Dengan kemantapan hati, kuberanikan diri untuk menghadiri acara Reuni Alumnus SMP. Rasa resah tetap melekat di benak, tapi saat kuingat perkataan Hisyam dan Rifqi, aku menjadi yakin untuk hadir di acara tersebut.
Sampai di sebuah gedung pertemuan acara reuni, tiba-tiba hati Vania bergejolak, seakanakan melawan dan memusnahkan percaya dirinya secara perlahan. Rasa berdegup kencang semakin menjadi.

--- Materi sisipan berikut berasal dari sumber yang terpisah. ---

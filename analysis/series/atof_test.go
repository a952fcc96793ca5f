package series

import (
	"fmt"
	"math"
	"math/rand"
	"regexp"
	"strconv"
	"strings"
	"testing"

	"github.com/galley-econ/galley/internal/longtest"
)

// plainGrammar is the grammar of a plain decimal number, written
// independently of parseDecimal as the test's reference.
var plainGrammar = regexp.MustCompile(`^[+-]?([0-9]+(\.[0-9]*)?|\.[0-9]+)([eE][+-]?[0-9]+)?$`)

// checkDecimal: parseDecimal calls s plain exactly when the grammar
// does; when it settles a value, the bits are strconv.ParseFloat's; and
// plainNumber, which asks strconv for the rest, always gives ParseFloat's
// value or says the number is too large. It reports whether the fast
// path settled s.
func checkDecimal(t *testing.T, s string) bool {
	t.Helper()
	got, ok, plain := parseDecimal(s)
	if plain != plainGrammar.MatchString(s) {
		t.Fatalf("%q: plain %v, the grammar says %v", s, plain, !plain)
	}
	if !plain {
		return false
	}
	want, err := strconv.ParseFloat(s, 64)
	if ok && (err != nil || math.Float64bits(got) != math.Float64bits(want)) {
		t.Fatalf("%q: %v (%#x), strconv %v (%#x, %v)", s, got, math.Float64bits(got), want, math.Float64bits(want), err)
	}
	v, plain2, err2 := plainNumber(s)
	switch {
	case !plain2:
		t.Fatalf("%q: plainNumber says it is not plain", s)
	case err != nil || math.IsInf(want, 0):
		if err2 != errTooLarge {
			t.Fatalf("%q: plainNumber %v, %v; strconv %v, %v", s, v, err2, want, err)
		}
	case err2 != nil || math.Float64bits(v) != math.Float64bits(want):
		t.Fatalf("%q: plainNumber %v (%v), strconv %v", s, v, err2, want)
	}
	return ok
}

// TestParseDecimalAgainstStrconv: bit for bit against strconv on the
// shortest, 17-digit, fixed and exponent forms of random doubles of every
// magnitude, on random digit strings (leading and trailing zeros, a
// point anywhere, exponents up to ±400), and on hand-picked edges; and
// the fast path must answer for nearly all numbers of ordinary size.
func TestParseDecimalAgainstStrconv(t *testing.T) {
	edges := []string{"", ".", "-", "+.", "e5", ".e5", "1e", "1e+", "1.e-", "1..2", "1e5.5", " 1", "1 ", "0x10", "1_000", "inf", "NaN", "1f", "0", "-0", "+0", "0.0", "-0.000e5", ".5", "5.", "-.5e-3", "1e22", "1e23", "9007199254740993",
		"9007199254740992", "4503599627370497", "1e-22", "123456789012345678", "1234567890123456789",
		"12345678901234567890", "0.1", "0.2", "0.3", "2.2250738585072014e-308", "2.2250738585072011e-308",
		"4.9e-324", "1.7976931348623157e308", "1.7976931348623159e308", "1e308", "1e-307", "1e-400", "1e400",
		"7.038531e-26", "1e15", "1e16", "123456e20", "000123.4500", "-0.00001234", "1E5", "1e+05", "1e-05",
		"1000000000000000000000000", "0.000000000000000000000000000000000001"}
	for _, s := range edges {
		checkDecimal(t, s)
	}
	reps := 30000 // 1,000,000 among the long checks (CI)
	if longtest.Enabled() {
		reps = 1000000
	}
	r := rand.New(rand.NewSource(7))
	n, fast := 0, 0
	for i := 0; i < reps; i++ {
		x := math.Float64frombits(r.Uint64())
		if math.IsNaN(x) || math.IsInf(x, 0) {
			continue
		}
		forms := []string{strconv.FormatFloat(x, 'g', -1, 64), strconv.FormatFloat(x, 'g', 17, 64),
			strconv.FormatFloat(x, 'e', r.Intn(20), 64)}
		if math.Abs(x) < 1e30 && math.Abs(x) > 1e-30 {
			forms = append(forms, strconv.FormatFloat(x, 'f', r.Intn(25), 64))
		}
		for _, s := range forms {
			checkDecimal(t, s)
		}
		// ordinary data: a normal draw scaled, with 17 significant digits
		y := r.NormFloat64() * math.Pow(10, float64(r.Intn(13)-6))
		n++
		if checkDecimal(t, strconv.FormatFloat(y, 'g', 17, 64)) {
			fast++
		}
	}
	if fast < n*99/100 {
		t.Errorf("the fast path answered %d of %d ordinary numbers", fast, n)
	}
	digits := "0000123456789"
	for i := 0; i < reps; i++ {
		var b strings.Builder
		if r.Intn(3) == 0 {
			b.WriteByte("+-"[r.Intn(2)])
		}
		nd := 1 + r.Intn(24)
		dot := r.Intn(nd + 2)
		for k := 0; k < nd; k++ {
			if k == dot {
				b.WriteByte('.')
			}
			b.WriteByte(digits[r.Intn(len(digits))])
		}
		if r.Intn(2) == 0 {
			b.WriteByte("eE"[r.Intn(2)])
			if r.Intn(2) == 0 {
				b.WriteByte("+-"[r.Intn(2)])
			}
			b.WriteString(strconv.Itoa(r.Intn(401)))
		}
		checkDecimal(t, b.String())
	}
}

// TestPow10Exponent: the binary exponent pow10 gives is floor(e·log2 10)+1
// for every power in the table, and each mantissa has its top bit set.
func TestPow10Exponent(t *testing.T) {
	for e := pow10Min; e <= pow10Max; e++ {
		hi, _, exp2, ok := pow10(e)
		if !ok || hi>>63 != 1 {
			t.Fatalf("10^%d: mantissa %#x", e, hi)
		}
		if want := 1 + int(math.Floor(float64(e)*math.Log2(10))); exp2 != want {
			t.Errorf("10^%d: exponent %d, want %d", e, exp2, want)
		}
	}
	if _, _, _, ok := pow10(pow10Max + 1); ok {
		t.Error("10^348 is out of the table")
	}
}

// FuzzParseDecimal: on any string, parseDecimal and plainNumber agree
// with the grammar and with strconv.ParseFloat (checkDecimal).
func FuzzParseDecimal(f *testing.F) {
	for _, s := range []string{"0", "-1.5e-3", "2.2250738585072011e-308", "123456789012345678901", "0.000123", "9007199254740993", "1e23"} {
		f.Add(s)
	}
	f.Fuzz(func(t *testing.T, s string) {
		checkDecimal(t, s)
	})
}

// TestEightDigits: the word-at-once reader agrees with strconv on every
// eight-byte string of digits it is given and refuses a non-digit in
// any place.
func TestEightDigits(t *testing.T) {
	r := rand.New(rand.NewSource(3))
	for i := 0; i < 50000; i++ {
		s := fmt.Sprintf("%08d", r.Intn(100000000))
		v, ok := eightDigits(s)
		want, _ := strconv.ParseUint(s, 10, 64)
		if !ok || v != want {
			t.Fatalf("%s: %d %v", s, v, ok)
		}
	}
	for _, bad := range []byte{'/', ':', '.', 'e', ' ', 0, 0x80, 0xff, '0' + 0x10, '9' + 0x10} {
		for at := 0; at < 8; at++ {
			b := []byte("12345678")
			b[at] = bad
			if _, ok := eightDigits(string(b)); ok {
				t.Errorf("%q read as digits", b)
			}
		}
	}
}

Gugup dan canggung saat menapaki langkah demi langkah memasuki pintu masuk. Berdebar-debar menghalangi niatku untuk masuk, tapi ketika kulihat dari sahabat-sahabat dekatku dari kejauhan, rasa galau seketika musnah.
Langkah kaki semakin yakin, kuberjalan menghampiri mereka. Belum sampai di kerumunan mereka, Siska dan lainnya menghampiriku dengan sapaan hangat. Kami saling merangkul erat untuk melepas rindu dan menebus rasa rindu yang telah lama belum terobati dan terpendam di hati.
Ketika kumelangkah menuju tempat duduk untuk berbincang-bincang dengan kawanku yang lain tiba-tiba langkah kaki ini berhenti kaku seolah-olah memaksakanku untuk berdiam diri agar tidak legi melanjutkan langkah kaki ini. Semua itu terjadi karena kumelihat seseorang yang membuatku merasa bersalah dan malu.
Sejauh mata memandang, rasa takjup terhadap ciptaan sang Pencipta begitu bermakna dan berbicara raut wajahnya, postur tubuhnya, sorotan mata yang begitu tajam, idiolek atau gaya dia dalam bicara semua itu mengingatkanku untuk kembali pada masa lalu.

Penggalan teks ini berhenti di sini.